> TASK INSTRUCTIONS:
Report each line from the records where the string "rows" turns up.

Start of SUPPLIED ENTRIES

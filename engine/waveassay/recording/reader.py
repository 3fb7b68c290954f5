"""Opening a recording and reading its samples."""

from collections.abc import Iterator, Sequence
from datetime import datetime, timedelta
from fractions import Fraction
from itertools import accumulate
from math import ceil
from os import PathLike, fspath
from types import TracebackType
from typing import Literal, Self

import numpy as np

from waveassay.contract import Floats
from waveassay.recording.blocks import (
    BLOCK_BYTES,
    Decoder,
    Records,
    groups_of,
)
from waveassay.recording.digital import Digital, StoredArray, outside
from waveassay.recording.errors import EXPORT_AGAIN, recording_error
from waveassay.recording.facts import Facts, SignalFacts
from waveassay.recording.file import RegularFile
from waveassay.recording.header import Header, read_header
from waveassay.recording.scan import scan

Truncated = Literal["refuse", "read"]


class Recording:
    """An open recording; use it in a ``with`` statement, or close it.

    Attributes
    ----------
    facts : what the recording holds.
    out_of_range : signal index -> how many samples outside its digital limits `read` has returned
        since the recording was opened; a sample read twice counts twice. Such samples are
        returned as they are. Only signals that have some are listed.
    """

    def __init__(self, records: Records, facts: Facts) -> None:
        self.facts = facts
        self.out_of_range: dict[int, int] = {}
        self._records = records
        record_s = records.header.record_s
        counts = [int(piece.length_s / record_s) for piece in facts.pieces]
        self._first_record = [0, *accumulate(counts)]

    def __enter__(self) -> Self:
        return self

    def __exit__(
        self,
        kind: type[BaseException] | None,
        error: BaseException | None,
        trace: TracebackType | None,
    ) -> None:
        self.close()

    def close(self) -> None:
        """Close the file."""
        self._records.file.close()

    def read(
        self, signals: Sequence[int], piece: int, start_s: Fraction, stop_s: Fraction
    ) -> list[Floats]:
        """Return samples of one piece, in each signal's own unit, as float64.

        Sample ``i`` of a piece lies at ``piece.start_s + i / rate_hz``. Those at or after
        ``start_s`` and before ``stop_s`` are returned, as many as the piece has.

        Parameters
        ----------
        signals : indices as in `SignalFacts`, in any order.
        piece : index in ``facts.pieces``.

        Returns
        -------
        list of arrays, shape (samples,) each, in the order asked for.

        Raises
        ------
        RecordingError
            When the file became shorter, or cannot be read.

        Notes
        -----
        See `read_digital`, which holds less memory where signals are taken one by one.
        """
        digital = self.read_digital(signals, piece, start_s, stop_s)
        # One array for all: of a large one, the system gives large pages.
        made = np.empty(sum(stored.size for stored in digital.stored))
        ends = accumulate(stored.size for stored in digital.stored)
        parts: list[Floats] = list(np.split(made, list(ends)[:-1]))
        for place, part in enumerate(parts):
            digital.physical(place, part)
        return parts[: len(digital)]

    def read_digital(
        self, signals: Sequence[int], piece: int, start_s: Fraction, stop_s: Fraction
    ) -> Digital:
        """Return the same samples as they are stored, each made physical when it is asked for.

        Parameters and errors as for `read`.

        Notes
        -----
        One sequential pass over the records needed, in blocks of whole records of about 1 MiB;
        block size changes no bit of the result.
        """
        self._require_samples(signals)
        whole = self.facts.pieces[piece]
        header = self._records.header
        spans: dict[int, tuple[int, int]] = {}
        for group in groups_of(header, signals):
            rate_hz = group.samples / header.record_s
            size = int(whole.length_s * rate_hz)
            first = min(max(0, ceil((start_s - whole.start_s) * rate_hz)), size)
            stop = min(max(first, ceil((stop_s - whole.start_s) * rate_hz)), size)
            spans.update(dict.fromkeys(group.signals, (first, stop)))
        found = self._read_spans(spans, self._first_record[piece])
        return Digital(
            tuple(found[index] for index in signals),
            tuple((header.signals[i].gain, header.signals[i].offset) for i in signals),
        )

    def blocks(
        self, signals: Sequence[int] | None = None
    ) -> Iterator[tuple[int, list[tuple[tuple[int, ...], Floats]]]]:
        """Yield all records in blocks, gaps or not, in constant memory.

        Yields
        ------
        (first record, [(signal indices, samples of shape (signals, samples)), ...]). The arrays
        are reused by the next block: copy what is to be kept.
        """
        records = self._records
        wanted = records.header.ordinary if signals is None else signals
        self._require_samples(wanted)
        per_block = min(records.per_block, records.count)
        parts = []
        for group in groups_of(records.header, wanted):
            space = np.empty(len(group.signals) * per_block * group.samples)
            scales = np.array(group.scales).T.reshape(2, -1, 1, 1)
            parts.append((Decoder(records.header, group), scales, space))
        for first, count, raw in records.raw_blocks(0, records.count):
            block: list[tuple[tuple[int, ...], Floats]] = []
            for decoder, (gains, offsets), space in parts:
                stored = decoder.stored(raw, count)
                out = space[: stored.size].reshape(stored.shape)
                np.multiply(stored, gains, out=out)
                out += offsets
                block.append((decoder.group.signals, out.reshape(len(stored), -1)))
            yield first, block

    def _require_samples(self, signals: Sequence[int]) -> None:
        wrong = set(signals).difference(self._records.header.ordinary)
        if wrong:
            raise IndexError(f"{self.facts.path}: no signal with samples has index {min(wrong)}")

    def _read_spans(
        self, spans: dict[int, tuple[int, int]], piece_record: int
    ) -> dict[int, StoredArray]:
        """Read samples first to stop of each signal, counted from the start of a piece."""
        records = self._records
        groups = groups_of(
            records.header, [i for i, (first, stop) in spans.items() if stop > first]
        )
        found: dict[int, StoredArray] = {i: np.empty(0, np.int16) for i in spans}
        if not groups:
            return found
        first_record = min(spans[g.signals[0]][0] // g.samples for g in groups)
        stop_record = max(-(-spans[g.signals[0]][1] // g.samples) for g in groups)
        total = stop_record - first_record
        # Whole records are put straight to their place; what was not asked for is cut off as a
        # view.
        decoders = [Decoder(records.header, group) for group in groups]
        targets = [
            np.empty((len(d.group.signals), total, d.group.samples), d.kind) for d in decoders
        ]
        outer = piece_record + first_record
        for record, count, raw in records.raw_blocks(outer, piece_record + stop_record):
            at = record - outer
            for decoder, rows in zip(decoders, targets, strict=True):
                decoder.stored(raw, count, rows[:, at : at + count])
        for group, rows in zip(groups, targets, strict=True):
            first, stop = spans[group.signals[0]]
            base = first_record * group.samples
            for index, row, limits in zip(group.signals, rows, group.limits, strict=True):
                found[index] = row.reshape(-1)[first - base : stop - base]
                more = outside(found[index], limits) if group.limited else 0
                if more:
                    self.out_of_range[index] = self.out_of_range.get(index, 0) + more
        return found


def open_recording(
    path: str | PathLike[str],
    *,
    truncated: Truncated = "refuse",
    facts: Facts | None = None,
    block_bytes: int = BLOCK_BYTES,
) -> Recording:
    """Open an EDF, EDF+C, EDF+D, BDF or BDF+ file.

    The header is read and checked; in a plus file the annotation signals are read through, for the
    record clock and the annotations. No samples are decoded.

    Parameters
    ----------
    truncated : what to do with a file that holds fewer records than its header states:
        ``"refuse"`` it, or ``"read"`` the whole records that are there, with a warning.
    facts : what this function found earlier in the same file, which spares reading it through.
    block_bytes : about how much is read at a time; changes no result.

    Raises
    ------
    RecordingError
        When the file is missing, unreadable or not a regular file, or its content cannot be
        trusted. The text names the file, what is wrong and where, and what to do.
    """
    file = RegularFile(fspath(path))
    try:
        header = read_header(file)
        count, warnings = _count_records(file, header, truncated)
        records = Records(file, header, count, block_bytes)
        if facts is None:
            facts = _facts(records, warnings)
        elif facts.size_bytes != file.size_bytes or facts.signals != _signals(header, count):
            raise recording_error(
                file.path,
                "the file has changed since it was examined",
                "Run again, so that it is examined afresh",
            )
        return Recording(records, facts)
    except BaseException:
        file.close()
        raise


def read_facts(path: str | PathLike[str], *, truncated: Truncated = "refuse") -> Facts:
    """Return what a recording holds; parameters and errors as in `open_recording`."""
    with open_recording(path, truncated=truncated) as recording:
        return recording.facts


def _count_records(
    file: RegularFile, header: Header, truncated: Truncated
) -> tuple[int, list[str]]:
    stated = header.stated_records
    whole, rest = divmod(file.size_bytes - header.header_bytes, header.record_bytes)
    warnings = []
    if stated < -1:
        raise recording_error(file.path, f"the header states {stated} records")
    if stated == -1:
        warnings.append(
            f"the header states -1 records, as while recording; the {whole} whole records that "
            "are there are read"
        )
    count = whole if stated == -1 else stated
    if count > whole:
        if truncated == "refuse":
            raise recording_error(
                file.path,
                f"the header states {stated} records of {header.record_bytes} bytes, but the file "
                f"ends after {whole} whole records and {rest} bytes",
                "Copy it again from its original, or have the recipe read what is there "
                "(load: {truncated: read})",
            )
        warnings.append(
            f"the header states {stated} records, but the file ends after {whole}; what is there "
            "is read"
        )
        count = whole
    if count < 1:
        raise recording_error(
            file.path,
            f"the file holds no records ({stated} stated, {whole} there)",
            EXPORT_AGAIN,
        )
    trailing = (whole - count) * header.record_bytes + rest
    if trailing:
        warnings.append(f"{trailing} bytes after the last record are not read")
    return count, warnings


def _facts(records: Records, warnings: list[str]) -> Facts:
    header = records.header
    found = scan(records)
    start = _start(header, found.first_s)
    if start is None and header.start is not None:
        warnings = [
            *warnings,
            "the first record starts beyond the calendar; no time of day is known",
        ]
    return Facts(
        path=records.file.path,
        format=header.format,
        size_bytes=records.file.size_bytes,
        start=start,
        duration_s=found.pieces[-1].stop_s if found.pieces else Fraction(0),
        signals=_signals(header, records.count),
        pieces=found.pieces,
        annotations=found.annotations,
        warnings=(*header.warnings, *warnings, *found.warnings),
    )


def _start(header: Header, first_s: Fraction) -> datetime | None:
    if header.start is None:
        return None
    try:
        return header.start + timedelta(microseconds=round(first_s * 1_000_000))
    except OverflowError:
        return None


def _signals(header: Header, count: int) -> tuple[SignalFacts, ...]:
    return tuple(
        SignalFacts(
            index=index,
            label=signal.label,
            unit=signal.unit,
            rate_hz=signal.samples_per_record / header.record_s,
            samples=signal.samples_per_record * count,
            physical_min=signal.physical_min,
            physical_max=signal.physical_max,
            digital_min=signal.digital_min,
            digital_max=signal.digital_max,
            transducer=signal.transducer,
            prefilter=signal.prefilter,
        )
        for index, signal in enumerate(header.signals)
        if not signal.is_annotations
    )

End of SUPPLIED ENTRIES

> ANSWER AREA:
            for decoder, rows in zip(decoders, targets, strict=True):
                decoder.stored(raw, count, rows[:, at : at + count])
        for group, rows in zip(groups, targets, strict=True):
            for index, row, limits in zip(group.signals, rows, group.limits, strict=True):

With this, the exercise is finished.